A small player in central California who has read MR for years put it to me this way: “Don, for the moment, I am really lucky. I have 10 tenants. Two are in small bungalows and eight are in my apartment building. Only two have not paid rent the last two months. One honest young woman came to my office and paid her May rent saying that with her $600 weekly bonus in federal unemployment pay, she is more flush than when she is working. She could have not paid for a while but has earned my everlasting respect. Many times, I have vacancies and repainted or repair a place after a tenant leaves so missing two payments for a few months will not kill me. Yet, I still to have pay my real estate taxes at the end of June and, so far, our county has not offered any delay in payment. I have been doing this for 30 years so I know dozens of small real estate players across the state. I even mentor some of the young ones. They are really in a bind. One wonderful 35 year old immigrant has eight properties. All of her tenants have lost their jobs and no one is paying her. She does not have the kind of relationship that I have with my community bank and is getting hassled. She is a complete wreck even though she is the hardest working and most resourceful person that I have ever met.”

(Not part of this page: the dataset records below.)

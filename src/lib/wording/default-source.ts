import type { Method } from '../methods/types';

/** Where a method's default comes from, as words: the work that an id names, or the words themselves. */
export function defaultSourceText(method: Pick<Method, 'citations'>, source: string): string {
	return method.citations.find(({ id }) => id === source)?.text ?? source;
}
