/** Works that the wording itself refers to, whatever the method. */
import type { Citation } from '../methods/types';

export const wordingCitations: readonly Citation[] = [
	{
		id: 'jcgm-100',
		text: 'JCGM 100:2008, Evaluation of measurement data: Guide to the expression of uncertainty in measurement. Joint Committee for Guides in Metrology.',
		url: 'https://www.bipm.org/en/committees/jc/jcgm/publications'
	},
	{
		id: 'jcgm-101',
		text: 'JCGM 101:2008, Evaluation of measurement data: Supplement 1 to the GUM, Propagation of distributions using a Monte Carlo method. Joint Committee for Guides in Metrology.',
		url: 'https://www.bipm.org/en/committees/jc/jcgm/publications'
	},
	{
		id: 'jcgm-106',
		text: 'JCGM 106:2012, Evaluation of measurement data: The role of measurement uncertainty in conformity assessment. Joint Committee for Guides in Metrology.',
		url: 'https://www.bipm.org/en/committees/jc/jcgm/publications'
	},
	{
		id: 'iso-13528',
		text: 'ISO 13528:2022, Statistical methods for use in proficiency testing by interlaboratory comparison. International Organization for Standardization.'
	}
];
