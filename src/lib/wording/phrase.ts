/** A sentence with its few distinctions: words that carry the result, and works cited. Plain JSON. */
export type PhrasePart = string | { strong: string } | { cite: string };
export type Phrase = PhrasePart[];

export function strong(text: string): PhrasePart {
	return { strong: text };
}

export function cite(id: string): PhrasePart {
	return { cite: id };
}

/** The words alone; citations are left out with the space before them. */
export function plainText(phrase: Phrase): string {
	let text = '';
	for (const part of phrase) {
		if (typeof part === 'string') text += part;
		else if ('strong' in part) text += part.strong;
		else text = text.replace(/[ \u00a0\u202f]$/, '');
	}
	return text;
}

/** Several phrases as one, with a space between. */
export function joinPhrases(phrases: readonly Phrase[]): Phrase {
	return phrases.flatMap((phrase, i) => (i === 0 ? phrase : [' ', ...phrase]));
}

/** "a", "a and b", "a, b and c". */
export function listed(items: readonly string[], and: string): string {
	if (items.length < 2) return items[0] ?? '';
	return `${items.slice(0, -1).join(', ')} ${and} ${items.at(-1) ?? ''}`;
}

/** First letter in upper case; symbols and names stay as they are. */
export function capitalise(text: string): string {
	return text.charAt(0).toUpperCase() + text.slice(1);
}
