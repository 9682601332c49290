import { redirect } from '@sveltejs/kit';
import {
	deleteCalculation,
	duplicateCalculation,
	restoreCalculation,
	restoreVersion
} from '$lib/server/calculations/change';
import { getCalculation, listVersions } from '$lib/server/calculations/load';
import { orHttpError } from '$lib/server/http/errors';
import type { Actions, PageServerLoad } from './$types';

export const load: PageServerLoad = async ({ locals, params }) => ({
	versions: await orHttpError(listVersions(locals.membership, params.id))
});

export const actions: Actions = {
	bringBack: async ({ locals, params, request }) => {
		const version = Number((await request.formData()).get('version'));
		await orHttpError(restoreVersion(locals.membership, params.id, version));
		redirect(303, `/calculations/${params.id}/check`);
	},
	duplicate: async ({ locals, params }) => {
		const copy = await orHttpError(duplicateCalculation(locals.membership, params.id));
		redirect(303, `/calculations/${copy}/question`);
	},
	delete: async ({ locals, params }) => {
		const { dossierId } = await orHttpError(deleteCalculation(locals.membership, params.id));
		redirect(303, `/dossiers/${dossierId}?deleted-calculation=${params.id}#calculations`);
	},
	undo: async ({ locals, params }) => {
		await orHttpError(restoreCalculation(locals.membership, params.id));
		const { dossier } = await orHttpError(getCalculation(locals.membership, params.id));
		redirect(303, `/dossiers/${dossier.id}#calculations`);
	}
};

There is another shoe to drop as time goes on. Let us say the country opens up and many of these tenants get their old jobs back. Remember, a few years back when the Federal Reserve published the now famous report that more than 40% of American households could not readily pay for a $400 auto repair bill or an emergency room visit? The Fed was telling us that a huge minority of Americans were living on the edge. They were a paycheck or two from being close to homeless. So, assume many of the renters get their jobs back after a four month hiatus from paying rent. They still owe the rent and the landlords still owe the bank for their mortgages and the counties for their real estate taxes. If people were fighting to pay their rent PRIOR to the pandemic, how will they be able to come up with the money to pay the back rent. Most landlords will stretch out the payments to be sure but if you were living hand to mouth before the crisis, can you afford an extra $150-200 per month in rent once work resumes. Am I exaggerating? Well, Fed chair Jay Powell rattled markets a few weeks ago when he stated that 40% of persons earning less than $40,000 per year were currently unemployed. A few will take their extra unemployment compensation and $1200 recovery checks and be very disciplined about using it. Many, not used to such a cash infusion, will likely not plan properly for a “return to normalcy.”

So, I did not post this to defend landlords. I am not one and have never been one. My point is that the media, with few exceptions, have done a poor job to date, of really examining the ripple effect that the pandemic is having on many people whom you may think are sitting pretty.